Edit: Safari 7.0.6 on Mac also caches, a browser restart didn't help (Link says that on Safari 5 on Windows it does help.)
**I tried javascript window.location = '', because it would be the solution which could be applied in most cases - it doesn't work. It results in an undetected infinite Loop. However, php header('Location: new.url') does break the loop
Bottom Line: only use 301s if you're absolutely sure you're never going to use that URL again. Usually never on the root dir (example.com/)
301 is that the requested resource has been assigned a new permanent URI and any future references to this resource should be done using one of the returned URIs.
302 is that the requested resource resides temporarily under a different URI.
Since the redirection may be altered on occasion, the client should continue to use the Request-URI for future requests.
This response is only cachable if indicated by a Cache-Control or Expires header field.
The main issue with 301 is browser will cache the redirection even if you disabled the redirection from the server level.
It's always better to use 302 if you are enabling the redirection for a short maintenance window.
There have already been plenty of good answers, but none tells pitfalls or when to use one over the other from a plain browsers perspective.
Use 302 over a 301 HTTP Status whenever you need to keep dynamic server side control about the final URL. Using a 301 http status will make your browser always load the final URL from its own cache, without fetching anything of any previous URL (totally skipping the first time request).
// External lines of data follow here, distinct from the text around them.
"""Runoff through `firnline run`: the gauge file's checks (exit 2, culprit named, no output)
and the wiring from the kernel's daily region volumes to runoff.csv, runoff_monthly.csv,
runoff.nc, the hydrograph, run.json and the console."""

from __future__ import annotations

import dataclasses
import json
import subprocess
import sys

import numpy as np
import pandas as pd
import pytest

from conftest import base_sections, ramp, write_config, write_dem, write_station
from test_runoff_tables import Daily


def run_cli(*args):
    return subprocess.run([sys.executable, "-m", "firnline", *map(str, args)], capture_output=True, text=True)


def case(tmp_path, discharge_text=None, runoff=None):
    write_dem(tmp_path / "dem.tif", ramp())
    write_station(tmp_path / "station.csv", "2016-10-01", "2018-09-30", 5.0, 5.0)
    sec = base_sections()
    if discharge_text is not None:
        (tmp_path / "discharge.csv").write_text(discharge_text)
        sec["observations"] = {"discharge": "discharge.csv"}
    if runoff is not None:
        sec["runoff"] = runoff
    return write_config(tmp_path / "case.toml", sec)


@pytest.mark.parametrize("text,culprit", [
    ("date,discharge_m3s\n2017-01-01,1.0\n2017-01-32,2.0\n", "discharge.csv, line 3: date '2017-01-32'"),
    ("date,discharge_m3s\n2017-01-01,1.0\n2017-01-02,-2.0\n", "discharge.csv, line 3: discharge_m3s -2"),
    ("date,discharge_m3s\n2017-01-01,1.0\n2017-01-01,2.0\n",
     "discharge.csv, line 3: the date 2017-01-01 appears twice"),
    ("date,discharge_m3s\n2017-01-01,1.0\n2017-01-02,abc\n", "discharge.csv, line 3: discharge_m3s 'abc'"),
    ("day,flow\n2017-01-01,1.0\n", "discharge.csv"),
])
def test_bad_discharge_files_exit_2_naming_the_line(tmp_path, text, culprit):
    cfg = case(tmp_path, text)
    r = run_cli("run", cfg, "--out", tmp_path / "out")
    assert r.returncode == 2, r.stderr
    assert culprit in r.stderr and "Traceback" not in r.stderr
    assert len(r.stderr.strip().splitlines()) == 1
    assert not (tmp_path / "out").exists() or not any((tmp_path / "out").iterdir())


def test_missing_catchment_file_exits_2(tmp_path):
    cfg = case(tmp_path, runoff={"catchment": "basin.gpkg"})
    r = run_cli("run", cfg, "--out", tmp_path / "out")
    assert r.returncode == 2 and "basin.gpkg" in r.stderr and "[runoff] catchment" in r.stderr
    assert "Traceback" not in r.stderr


def _with_daily(monkeypatch):
    """Stand in for the kernel's daily seam (issue 11), ``KernelResult.daily`` in m3 per day,
    so that the wiring (routing, files, figure, scores, the fit) is exercised end to end.

    The stand-in is a plain degree-day rule on the station record, not the kernel's physics:
    each day the glacier releases ddf_ice x max(T, 0) mm of ice melt (T at the mean glacier
    elevation with the config's first lapse rate) into the ice reservoir, and the precipitation
    reaches the ground reservoir; the glacier is the whole grid, so glacier = catchment."""
    import firnline.kernel as kernel
    import firnline.model as model

    real = model.simulate

    @dataclasses.dataclass(frozen=True)
    class WithDaily:
        inner: object
        daily: np.ndarray
        region_area_m2: np.ndarray

        def __getattr__(self, name):
            return getattr(self.inner, name)

    def simulate(setup, config=None, *a, **k):
        kres = real(setup, config, *a, **k)
        cfg = config or setup.config
        f = setup.forcing
        n_g = len(setup.glaciers.names)
        area = setup.grid.cell_area_m2 * setup.cells.size
        z = float(setup.z_m.mean())
        t = f.temperature_c + cfg.downscaling.lapse_rate_k_per_m[0] * (z - cfg.climate.station_elevation_m)
        warming = np.asarray(a[0] if a else k.get("warming_k", (0.0,)), dtype=float)
        melt = cfg.melt.ddf_ice_mm_per_day_k * np.maximum(t[None, :] + warming[:, None], 0.0) * 1e-3 * area
        daily = np.zeros((kres.sums.shape[2], f.n_days, n_g + 2, len(Daily)))
        for r in (0, n_g + 1):
            daily[:, :, r, Daily.ICE_MELT] = melt
            daily[:, :, r, Daily.RELEASED_ICE] = melt
            daily[:, :, r, Daily.RAIN] = f.precipitation_mm * 1e-3 * area
            daily[:, :, r, Daily.RELEASED_GROUND] = f.precipitation_mm * 1e-3 * area
        return WithDaily(kres, daily, np.full(n_g + 2, area))

    monkeypatch.setattr(model, "simulate", simulate)
    monkeypatch.setattr(kernel, "Daily", Daily, raising=False)
    import firnline.calibrate.fit as fit
    monkeypatch.setattr(fit, "simulate", simulate)


def test_run_writes_runoff_files_and_reports_the_gauge(tmp_path, monkeypatch, capsys):
    from firnline.cli import main

    dates = pd.date_range("2016-12-01", "2018-09-30", freq="D")
    q = 0.5 + 0.4 * np.sin(np.arange(dates.size) / 58.0)
    text = "date,discharge_m3s\n" + "".join(f"{d:%Y-%m-%d},{v:.3f}\n" for d, v in zip(dates, q))
    cfg = case(tmp_path, text)
    _with_daily(monkeypatch)
    out = tmp_path / "out"
    assert main(["run", str(cfg), "--out", str(out)]) == 0
    console = capsys.readouterr()
    for name in ("runoff.csv", "runoff_monthly.csv", "runoff.nc", "chart_hydrograph.png"):
        assert (out / name).exists(), name
    daily = pd.read_csv(out / "runoff.csv")
    assert set(daily.region) == {"test plane", "catchment"} and len(daily) == 2 * 730
    run = json.loads((out / "run.json").read_text())
    check = run["discharge_check"]
    assert check["days"] == dates.size and check["first_day"] == "2016-12-01"
    assert {"nse", "kge", "volume_error"} <= set(check)
    assert "NSE" in console.out + console.err and "KGE" in console.out + console.err
    assert run["parameters"]["runoff"]["storage_days_ice"] == 0.5
    assert "chart_hydrograph.png" in (out / "report.html").read_text()


def test_calibration_to_discharge_recovers_the_true_ice_factor_and_storage_constant(tmp_path, monkeypatch):
    """Synthetic gauge from "true" ddf_ice = 7.6 mm d-1 K-1 and storage_days_ice = 0.8 d with
    seeded 8 % noise; a fit from the defaults (6.0, 0.5) weighted by the stated 8 % finds both
    within two standard errors (and the standard errors are small against the values)."""
    import firnline
    from firnline.calibrate import calibrate
    from firnline.model import prepare, runoff_of
    from firnline.runoff import CATCHMENT

    _with_daily(monkeypatch)
    dates = pd.date_range("2016-10-01", "2018-09-30", freq="D")
    doy = dates.day_of_year.to_numpy()
    rng = np.random.default_rng(5)
    t = 8.0 - 10.0 * np.cos(2 * np.pi * (doy - 15) / 365.0) + rng.normal(0, 3.0, dates.size)
    p = np.where(rng.random(dates.size) < 0.3, rng.gamma(0.8, 6.0, dates.size), 0.0)
    write_dem(tmp_path / "dem.tif", ramp())
    write_station(tmp_path / "station.csv", "2016-10-01", "2018-09-30", np.round(t, 1), np.round(p, 1))
    sec = base_sections(station_elevation=2500.0)
    write_config(tmp_path / "truth.toml", sec)
    truth = firnline.load_config(tmp_path / "truth.toml").with_values(ddf_ice_mm_per_day_k=7.6,
                                                                      storage_days_ice=0.8)
    setup = prepare(truth)
    import firnline.model as model
    series, _ = runoff_of(setup, truth, model.simulate(setup, truth), 0)
    q = series.discharge_m3s[series.region(CATCHMENT)]
    noisy = np.maximum(q * (1.0 + 0.08 * rng.normal(0, 1, q.size)), 0.0)
    keep = rng.random(q.size) > 0.05                                   # gaps in the gauge record
    (tmp_path / "discharge.csv").write_text("date,discharge_m3s\n" + "".join(
        f"{d:%Y-%m-%d},{v:.4f}\n" if k else f"{d:%Y-%m-%d},\n" for d, v, k in zip(dates, noisy, keep)))
    sec["observations"] = {"discharge": "discharge.csv"}
    sec["calibration"] = {"parameters": ["ddf_ice_mm_per_day_k", "storage_days_ice"], "discharge_sigma_pct": 8.0}
    cfg = firnline.load_config(write_config(tmp_path / "fit.toml", sec))
    res = calibrate(cfg)
    for key, true in (("ddf_ice_mm_per_day_k", 7.6), ("storage_days_ice", 0.8)):
        assert abs(res.value[key] - true) < 2 * res.std_error[key], (key, res.value[key], res.std_error[key])
        assert res.std_error[key] < 0.1 * true
    js = res.to_json()
    assert js["discharge"]["days"] == int(keep.sum())
    assert js["discharge"]["fitted"]["nse"] > js["discharge"]["initial"]["nse"]


def test_storage_constants_need_a_gauge(tmp_path):

    write_dem(tmp_path / "dem.tif", ramp())
    write_station(tmp_path / "station.csv", "2016-10-01", "2018-09-30", 5.0, 5.0)
    sec = base_sections()
    (tmp_path / "g.csv").write_text("glacier,start_date,end_date,balance_mwe,sigma_mwe\n"
                                    "test plane,2016-10-01,2017-09-30,-0.5,0.2\n")
    sec["observations"] = {"glacier_balances": "g.csv"}
    sec["calibration"] = {"parameters": ["storage_days_ice"]}
    cfg = write_config(tmp_path / "c.toml", sec)
    r = run_cli("calibrate", cfg, "--out", tmp_path / "out")
    assert r.returncode == 2 and "storage_days_ice" in r.stderr and "[observations] discharge" in r.stderr


def test_scenarios_write_the_runoff_regimes(tmp_path, monkeypatch):
    import firnline.model as model
    import firnline.scenarios as scenarios
    from firnline.cli import main
    from firnline.runoff import REGIME_COLUMNS

    _with_daily(monkeypatch)
    monkeypatch.setattr(scenarios, "simulate", model.simulate)
    monkeypatch.setattr(model, "kernel_gives_daily", lambda: True)
    write_dem(tmp_path / "dem.tif", ramp())
    dates = pd.date_range("2016-10-01", "2018-09-30", freq="D")
    t = 8.0 - 10.0 * np.cos(2 * np.pi * (dates.day_of_year.to_numpy() - 15) / 365.0)
    write_station(tmp_path / "station.csv", "2016-10-01", "2018-09-30", np.round(t, 1), 2.0)
    cfg = write_config(tmp_path / "c.toml", base_sections(station_elevation=2500.0))
    out = tmp_path / "sweep"
    assert main(["scenarios", str(cfg), "--warming", "2", "--out", str(out), "--quiet"]) == 0
    reg = pd.read_csv(out / "scenario_runoff_monthly.csv")
    assert list(reg.columns) == REGIME_COLUMNS
    cat = reg[reg.region == "catchment"]
    assert set(cat.warming_k) == {0.0, 2.0} and len(cat) == 24
    jul = cat[cat.month == 7].set_index("warming_k")
    assert jul.loc[2.0, "ice_melt_mm"] > jul.loc[0.0, "ice_melt_mm"]       # the stand-in melts more when warmer
    assert (out / "runoff_regimes.png").exists()
    assert "runoff_regimes.png" in (out / "scenarios_report.html").read_text()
That may have unpredictable results in case you need to keep server side control about the redirected URL.
As an example, in case you need to do URL redirection on behalf of a users ip-geo-position (geo-ip-switching) use 302. If you would use a 301 in such a scenario, the final redirected page will always come directly from the browsers cache, giving incorrect/false content to the user.
301 is a permanent redirect, and 302 is a temporary redirect.
The browser is allowed to cache the 301 but 302 means it has to hit our system every time. assuming that we want to minimize the load on our system, 301 is the right decision. Imagine creating URL shortening service for a big company, we try to get as less hit to our servers by the clients
But if the user wants to edit their short URLs, it might take more time than usual for the browser to pick up the change because the browser has the old one cached. Also, if you want to offer users metrics on how often their URL is getting hit, 301 would mean we would not necessarily see every hit from the client. So if you want analytics as a feature later on and a smooth user experience for editing URLs, 302 is a better choice.